Can we do better? Could we place the PID file in an ephemeral location that would be present for the duration of the container life, but it would evaporate after Compose takes the container down?

Solution: Use `tmpfs` #

Docker ships with tmpfs mounts as a storage option that works only on containers running Linux. When we create a container with a tmpfs mount, the container can create files outside the container’s writable layer.

As opposed to volumes and bind mounts, a tmpfs mount is temporary and persists in the host memory. So when the container stops, the tmpfs mount is removed, and all files in it will be gone. tmpfs mounts seem like the perfect ephemeral storage for our problem.

To add a tmpfs path in our Compose file and to store the PID file in that path, we need to make the following changes:

version: '3.8'

services:
  http:
    build: .
    image: jarjar
    environment:
      SERVER_PORT: ${SERVER_PORT}
-     PIDFILE: /dev/null
+     PIDFILE: /tmp/pids/server.pid
    ports:
      - ${SERVER_PORT}:${SERVER_PORT}
    volumes:
      - .:/app
+   tmpfs:
+     - /tmp/pids/

Docker Compose will create a path and mount it in the host’s memory when we run docker-compose up. This will allow us to set the PID file in that ephemeral path, /tmp/pids in our example, and use the PID file during the duration of the container. When the container is torn down, we lose the temporary mount in the void with all PID files in it.

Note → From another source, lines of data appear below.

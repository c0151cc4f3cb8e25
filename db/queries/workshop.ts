import { and, eq, ne } from "drizzle-orm";
import { assertCan, type Member } from "@/lib/auth/can";
import { ConflictError } from "@/lib/errors";
import type { ChargesInput } from "@/lib/workshop/charges-schema";
import type { WorkshopSettingsInput } from "@/lib/workshop/schemas";
import { getDb } from "../client";
import { estimates, invoices, workshops } from "../schema";
import { recordAudit } from "./audit";

const settingsColumns = {
  id: workshops.id,
  name: workshops.name,
  contactEmail: workshops.contactEmail,
  contactPhone: workshops.contactPhone,
  address: workshops.address,
  readyMessageTemplate: workshops.readyMessageTemplate,
};

/** Name and contact details; every member may read them. */
export function getWorkshopSettings(member: Member) {
  const row = getDb().select(settingsColumns).from(workshops).where(eq(workshops.id, member.workshopId)).get();
  if (!row) throw new Error("Member's workshop is missing");
  return row;
}
export type WorkshopSettings = ReturnType<typeof getWorkshopSettings>;

export function updateWorkshopSettings(member: Member, input: WorkshopSettingsInput) {
  assertCan(member, "manageWorkshop", "change the workshop's settings");
  return getDb().transaction((tx) => {
    const before = tx.select(settingsColumns).from(workshops).where(eq(workshops.id, member.workshopId)).get();
    const updated = tx.update(workshops).set(input).where(eq(workshops.id, member.workshopId)).returning(settingsColumns).get();
    const changed = (Object.keys(input) as (keyof WorkshopSettingsInput)[]).filter((k) => before?.[k] !== updated[k]);
    if (changed.length) recordAudit(tx, { workshopId: member.workshopId, actorUserId: member.userId, action: "workshop.updated", detail: { changed } });
    return updated;
  });
}

const chargesColumns = { currency: workshops.currency, hourlyRateMinor: workshops.hourlyRateMinor, taxRateBp: workshops.taxRateBp };

type Reader = Pick<ReturnType<typeof getDb>, "select">;

/** The currency of any estimate or invoice of the workshop (other than `except`), or null when there is none. */
function documentCurrency(tx: Reader, workshopId: number, except?: string): string | null {
  for (const table of [estimates, invoices]) {
    const where = except ? and(eq(table.workshopId, workshopId), ne(table.currency, except)) : eq(table.workshopId, workshopId);
    const row = tx.select({ currency: table.currency }).from(table).where(where).limit(1).get();
    if (row) return row.currency;
  }
  return null;
}

/** Currency, hourly rate and tax rate. Technicians prepare estimates, so they may read them; apprentices see no prices. */
export function getCharges(member: Member) {
  assertCan(member, "seeCharges");
  const db = getDb();
  const row = db.select(chargesColumns).from(workshops).where(eq(workshops.id, member.workshopId)).get();
  if (!row) throw new Error("Member's workshop is missing");
  return { ...row, currencyLocked: documentCurrency(db, member.workshopId) !== null };
}
export type Charges = ReturnType<typeof getCharges>;

/**
 * Owner only. Estimates and invoices copy the currency when they are made, and their amounts are minor units of
 * it, so the currency cannot change while any of them is in another one (a different currency would leave the
 * workshop's documents in two).
 */
export function updateCharges(member: Member, input: ChargesInput) {
  assertCan(member, "manageWorkshop", "change the workshop's charges");
  return getDb().transaction((tx) => {
    const before = tx.select(chargesColumns).from(workshops).where(eq(workshops.id, member.workshopId)).get();
    if (!before) throw new Error("Member's workshop is missing");
    if (input.currency !== before.currency) {
      const held = documentCurrency(tx, member.workshopId, input.currency);
      if (held) {
        const message = `The workshop already has estimates or invoices in ${held}, so the currency stays ${before.currency}.`;
        throw new ConflictError(message, { currency: message });
      }
    }
    const updated = tx.update(workshops).set(input).where(eq(workshops.id, member.workshopId)).returning(chargesColumns).get();
    // Field names only: the trail says what changed, not the figures.
    const changed = (Object.keys(chargesColumns) as (keyof typeof chargesColumns)[]).filter((k) => before[k] !== updated[k]);
    if (changed.length) recordAudit(tx, { workshopId: member.workshopId, actorUserId: member.userId, action: "workshop.charges-updated", detail: { changed } });
    return updated;
  });
}
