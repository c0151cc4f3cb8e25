import { and, asc, eq, sql } from "drizzle-orm";
import { assertCan, type Member } from "@/lib/auth/can";
import { notFound } from "@/lib/errors";
import { findHeater } from "@/lib/calc/tables/heaters";
import { findTube } from "@/lib/calc/tables/tubes";
import { looksLikeSeriesString, tubeDifferences } from "@/lib/jobs/tube-differences";
import type { TubeUpdate, TubeValues } from "@/lib/jobs/tube-schemas";
import { TUBE_VERDICT_LABELS } from "@/lib/vocabulary";
import { getDb, type Db } from "../client";
import { tubes } from "../schema";
import { assertJobInWorkshop, type Tx } from "./job-access";
import { appendLog } from "./job-log";

/** The Tubes tab. Every member may add and record tubes; removing one is for technicians and owners. */

const tubeColumns = {
  id: tubes.id,
  position: tubes.position,
  type: tubes.type,
  function: tubes.function,
  testReading: tubes.testReading,
  testMinimum: tubes.testMinimum,
  verdict: tubes.verdict,
  substitute: tubes.substitute,
  createdAt: tubes.createdAt,
  updatedAt: tubes.updatedAt,
};
type TubeRow = ReturnType<typeof rowsOf>[number];

/** A tube as the API answers: the test as one pair, and the substitute's differences from the tables. */
function present(row: TubeRow, seriesString: boolean) {
  const { testReading, testMinimum, ...rest } = row;
  return {
    ...rest,
    test: testReading !== null && testMinimum !== null ? { reading: testReading, minimum: testMinimum } : null,
    differences: row.substitute ? tubeDifferences(row.type, row.substitute, { seriesString }) : [],
  };
}
export type Tube = ReturnType<typeof present>;

function rowsOf(member: Member, jobId: number, db: Db | Tx) {
  return db
    .select(tubeColumns)
    .from(tubes)
    .where(and(eq(tubes.jobId, jobId), eq(tubes.workshopId, member.workshopId)))
    .orderBy(asc(tubes.id))
    .all();
}

/** The set's heaters run in a series string when its line-up says so (lib/jobs/tube-differences.ts). */
const seriesOf = (rows: readonly TubeRow[]) => looksLikeSeriesString(rows.map((r) => r.type));

export function listTubes(member: Member, jobId: number) {
  assertJobInWorkshop(member, jobId);
  const rows = rowsOf(member, jobId, getDb());
  const seriesString = seriesOf(rows);
  return { tubes: rows.map((r) => present(r, seriesString)), seriesString };
}

function one(member: Member, jobId: number, tubeId: number, tx: Tx) {
  const rows = rowsOf(member, jobId, tx);
  const row = rows.find((r) => r.id === tubeId);
  if (!row) throw notFound("That tube");
  return present(row, seriesOf(rows));
}

function describe(t: { position: string; type: string; function?: string | null }) {
  return `${t.position} (${t.type}${t.function ? `, ${t.function}` : ""})`;
}

function testWords(v: Partial<Pick<TubeValues, "test" | "verdict" | "substitute">>): string[] {
  const words: string[] = [];
  if (v.test) words.push(`tested ${v.test.reading} against its minimum of ${v.test.minimum}`);
  if (v.test === null) words.push("test result cleared");
  if (v.verdict && v.verdict !== "not-tested") words.push(`verdict ${TUBE_VERDICT_LABELS[v.verdict].toLowerCase()}`);
  if (v.substitute) words.push(`substitute ${v.substitute}`);
  if (v.substitute === null) words.push("no substitute");
  return words;
}

const testColumns = (test: TubeValues["test"]) => (test === undefined ? {} : { testReading: test?.reading ?? null, testMinimum: test?.minimum ?? null });

export function createTube(member: Member, jobId: number, input: TubeValues) {
  assertCan(member, "addNotes", "add tubes");
  return getDb().transaction((tx) => {
    assertJobInWorkshop(member, jobId, tx);
    const { test, ...values } = input;
    const { id } = tx
      .insert(tubes)
      .values({
        ...values,
        function: values.function ?? null,
        substitute: values.substitute ?? null,
        ...testColumns(test),
        jobId,
        workshopId: member.workshopId,
      })
      .returning({ id: tubes.id })
      .get();
    const extra = testWords(input);
    appendLog(tx, member, jobId, "tube", `Tube ${describe(input)} added${extra.length ? `: ${extra.join(", ")}` : ""}.`, { tubeId: id });
    return one(member, jobId, id, tx);
  });
}

/** What a tube of the table does, for a pasted line-up: the heater table's words, or the tube table's kind. */
function functionOf(type: string): string | null {
  return findHeater(type)?.use ?? findTube(type)?.kind ?? null;
}

/** A whole line-up at once: V1, V2, … after the sockets already listed; picture tubes go in as CRT. */
export function createTubeLineup(member: Member, jobId: number, types: readonly string[]) {
  assertCan(member, "addNotes", "add tubes");
  return getDb().transaction((tx) => {
    assertJobInWorkshop(member, jobId, tx);
    const existing = rowsOf(member, jobId, tx);
    let next = 1 + Math.max(0, ...existing.map((r) => Number(/^V(\d+)$/i.exec(r.position)?.[1] ?? 0)));
    const values = types.map((type) => ({
      position: findTube(type)?.category === "picture" ? "CRT" : `V${next++}`,
      type,
      function: functionOf(type),
      jobId,
      workshopId: member.workshopId,
    }));
    const ids = new Set(
      tx
        .insert(tubes)
        .values(values)
        .returning({ id: tubes.id })
        .all()
        .map((r) => r.id),
    );
    appendLog(tx, member, jobId, "tube", `Tube line-up added: ${types.join(", ")} (${types.length} ${types.length === 1 ? "tube" : "tubes"}).`);
    const rows = rowsOf(member, jobId, tx);
    const seriesString = seriesOf(rows);
    return { tubes: rows.filter((r) => ids.has(r.id)).map((r) => present(r, seriesString)), seriesString };
  });
}

export function updateTube(member: Member, jobId: number, tubeId: number, input: TubeUpdate) {
  assertCan(member, "addNotes", "record tube results");
  return getDb().transaction((tx) => {
    assertJobInWorkshop(member, jobId, tx);
    const { test, ...rest } = input;
    const changes = Object.fromEntries(Object.entries(rest).filter(([, v]) => v !== undefined));
    const row = tx
      .update(tubes)
      .set({ ...changes, ...testColumns(test), updatedAt: sql`(unixepoch('subsec') * 1000)` })
      .where(and(eq(tubes.id, tubeId), eq(tubes.jobId, jobId), eq(tubes.workshopId, member.workshopId)))
      .returning({ position: tubes.position, type: tubes.type, function: tubes.function })
      .get();
    if (!row) throw notFound("That tube");
    const words = testWords(input);
    if (input.position || input.type || input.function !== undefined) words.unshift("details changed");
    appendLog(tx, member, jobId, "tube", `Tube ${describe(row)}: ${words.join(", ") || "updated"}.`, { tubeId });
    return one(member, jobId, tubeId, tx);
  });
}

export function deleteTube(member: Member, jobId: number, tubeId: number) {
  assertCan(member, "editJobs", "remove tubes");
  getDb().transaction((tx) => {
    assertJobInWorkshop(member, jobId, tx);
    const gone = tx
      .delete(tubes)
      .where(and(eq(tubes.id, tubeId), eq(tubes.jobId, jobId), eq(tubes.workshopId, member.workshopId)))
      .returning({ position: tubes.position, type: tubes.type, function: tubes.function })
      .get();
    if (!gone) throw notFound("That tube");
    appendLog(tx, member, jobId, "tube", `Tube ${describe(gone)} removed from the list.`);
  });
}
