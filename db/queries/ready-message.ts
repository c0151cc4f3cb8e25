import { and, eq } from "drizzle-orm";
import { COLLECTION_STATUS, JOB_STATUS_LABELS } from "@/lib/vocabulary";
import { notFound } from "@/lib/errors";
import { can, type Member } from "@/lib/auth/can";
import { readySubject, renderReadyMessage } from "@/lib/mail/ready-message";
import { getDb } from "../client";
import { jobs, workshops } from "../schema";
import { insertLogEntry } from "./log";

/**
 * The customer's "ready to collect" message for one job: the draft from the workshop's template, and
 * the log entry once sent. Only at the job's ready state, only to a customer e-mail on the job.
 */

export type ReadyDraft =
  | { canSend: true; to: string; subject: string; text: string }
  | { canSend: false; blocked: "role" | "status" | "no-email"; reason: string; to: string | null; subject: string; text: string };

export function readyMessageDraft(member: Member, jobId: number): ReadyDraft {
  const row = getDb()
    .select({
      title: jobs.title,
      status: jobs.status,
      customerName: jobs.customerName,
      customerEmail: jobs.customerEmail,
      workshopName: workshops.name,
      phone: workshops.contactPhone,
      address: workshops.address,
      template: workshops.readyMessageTemplate,
    })
    .from(jobs)
    .innerJoin(workshops, eq(workshops.id, jobs.workshopId))
    .where(and(eq(jobs.id, jobId), eq(jobs.workshopId, member.workshopId)))
    .get();
  if (!row) throw notFound("That job");
  const text = renderReadyMessage(row.template, {
    customer: row.customerName ?? "there",
    set: row.title,
    workshop: row.workshopName,
    phone: row.phone ?? "",
    address: row.address ?? "",
  });
  const subject = readySubject(row.workshopName, row.title);
  const base = { to: row.customerEmail, subject, text };
  if (!can(member, "changeStatus")) return { canSend: false, blocked: "role", reason: "Technicians and owners send customers their messages.", ...base };
  if (row.status !== COLLECTION_STATUS)
    return {
      canSend: false,
      blocked: "status",
      reason: `The job is at “${JOB_STATUS_LABELS[row.status]}”; the message can go when it reaches “${JOB_STATUS_LABELS[COLLECTION_STATUS]}”.`,
      ...base,
    };
  if (!row.customerEmail) return { canSend: false, blocked: "no-email", reason: "Add the customer's e-mail to the job first.", ...base };
  return { canSend: true, ...base, to: row.customerEmail };
}

export function recordReadyMessageSent(member: Member, jobId: number, sent: { to: string; subject: string; attachment: string }) {
  insertLogEntry(getDb(), {
    jobId,
    workshopId: member.workshopId,
    authorId: member.userId,
    kind: "mail",
    text: `Collection message e-mailed to ${sent.to}, bench sheet attached.`,
    data: sent,
  });
}
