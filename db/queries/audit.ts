import { desc, eq } from "drizzle-orm";
import { assertCan, type Member } from "@/lib/auth/can";
import { getDb, type DbOrTx } from "../client";
import { auditEvents, users } from "../schema";

/** Who did what to the workshop's membership and accounts. Written inside the change's own transaction. */

export type AuditAction =
  | "workshop.updated"
  | "workshop.charges-updated"
  | "invitation.created"
  | "invitation.revoked"
  | "member.joined"
  | "member.role-changed"
  | "member.removed"
  | "password.reset-requested"
  | "password.reset"
  | "password.changed"
  | "session.signed-in"
  | "session.signed-out"
  | "session.signed-out-everywhere"
  | "sign-in.delayed";

export function recordAudit(
  tx: DbOrTx,
  event: { workshopId: number; actorUserId: number | null; action: AuditAction; detail?: Record<string, unknown> },
): void {
  tx.insert(auditEvents).values(event).run();
}

/** The owner's view of the workshop's recent audit trail, newest first. */
export function listAuditEvents(member: Member, limit = 50) {
  assertCan(member, "manageWorkshop", "see the workshop's audit trail");
  return getDb()
    .select({
      id: auditEvents.id,
      action: auditEvents.action,
      detail: auditEvents.detail,
      createdAt: auditEvents.createdAt,
      actorName: users.name,
    })
    .from(auditEvents)
    .leftJoin(users, eq(users.id, auditEvents.actorUserId))
    .where(eq(auditEvents.workshopId, member.workshopId))
    .orderBy(desc(auditEvents.createdAt), desc(auditEvents.id))
    .limit(limit)
    .all();
}
export type AuditEventRow = ReturnType<typeof listAuditEvents>[number];
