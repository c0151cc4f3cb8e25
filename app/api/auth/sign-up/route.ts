import { NextResponse } from "next/server";
import { createWorkshopWithOwner, emailTaken } from "@/db/queries/auth";
import { hashPassword } from "@/lib/auth/password";
import { signUpSchema } from "@/lib/auth/schemas";
import { startSession } from "@/server/auth/session";
import { HttpError } from "@/server/http/errors";
import { route } from "@/server/http/route";

export const POST = route({ auth: "public", body: signUpSchema }, async ({ body: input }) => {
  if (emailTaken(input.email)) {
    throw new HttpError(409, "That e-mail already has an account.", { email: "That e-mail already has an account; sign in instead." });
  }
  const passwordHash = await hashPassword(input.password);
  let created;
  try {
    created = createWorkshopWithOwner({ ...input, passwordHash });
  } catch (err) {
    // Two sign-ups racing for one address: the unique index decides.
    if (String(err).includes("UNIQUE")) throw new HttpError(409, "That e-mail already has an account.", { email: "That e-mail already has an account; sign in instead." });
    throw err;
  }
  await startSession(created.userId, created.sessionVersion);
  return NextResponse.json(
    {
      user: { id: created.userId, email: input.email, name: input.name },
      workshop: { id: created.workshopId, name: input.workshopName },
      role: "owner",
    },
    { status: 201 },
  );
});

Let’s give this a shot and see if we can run docker-compose up and interrupt it ad infinitum.

First run:

$ docker-compose up
Creating jarjar_http_1     ... done
[...]
http_1      | => Booting Puma
http_1      | => Rails 6.1.4.1 application starting in development
http_1      | => Run `bin/rails server --help` for more startup options
http_1      | Puma starting in single mode...
http_1      | * Puma version: 5.5.2 (ruby 3.0.2-p107) ("Zawgyi")
http_1      | *  Min threads: 5
http_1      | *  Max threads: 5
http_1      | *  Environment: development
http_1      | *          PID: 1
http_1      | * Listening on http://0.0.0.0:4000
http_1      | Use Ctrl-C to stop
^CGracefully stopping... (press Ctrl+C again to force)
Killing jarjar_http_1      ... done

Looking good! Next run:

$ docker-compose up
Starting jarjar_http_1     ... done
[...]
http_1      | => Booting Puma
http_1      | => Rails 6.1.4.1 application starting in development
http_1      | => Run `bin/rails server --help` for more startup options
http_1      | Puma starting in single mode...
http_1      | * Puma version: 5.5.2 (ruby 3.0.2-p107) ("Zawgyi")
http_1      | *  Min threads: 5
http_1      | *  Max threads: 5
http_1      | *  Environment: development
http_1      | *          PID: 1
http_1      | * Listening on http://0.0.0.0:4000
http_1      | Use Ctrl-C to stop

Works as advertised!

Using a tmpfs mount, we can leave our Dockerfile unscathed without additional entrypoints scripts or dependencies. Instead, we are using a native Docker solution that has been around for a while, with just two extra lines in our Docker Compose file.

And maybe the best part is that our solution is stack agnostic. It will work with any process that creates a PID file, whether a web server (such as Puma) or another program. The tmpfs approach requires only the program to set a custom path for the PID file – that’s all!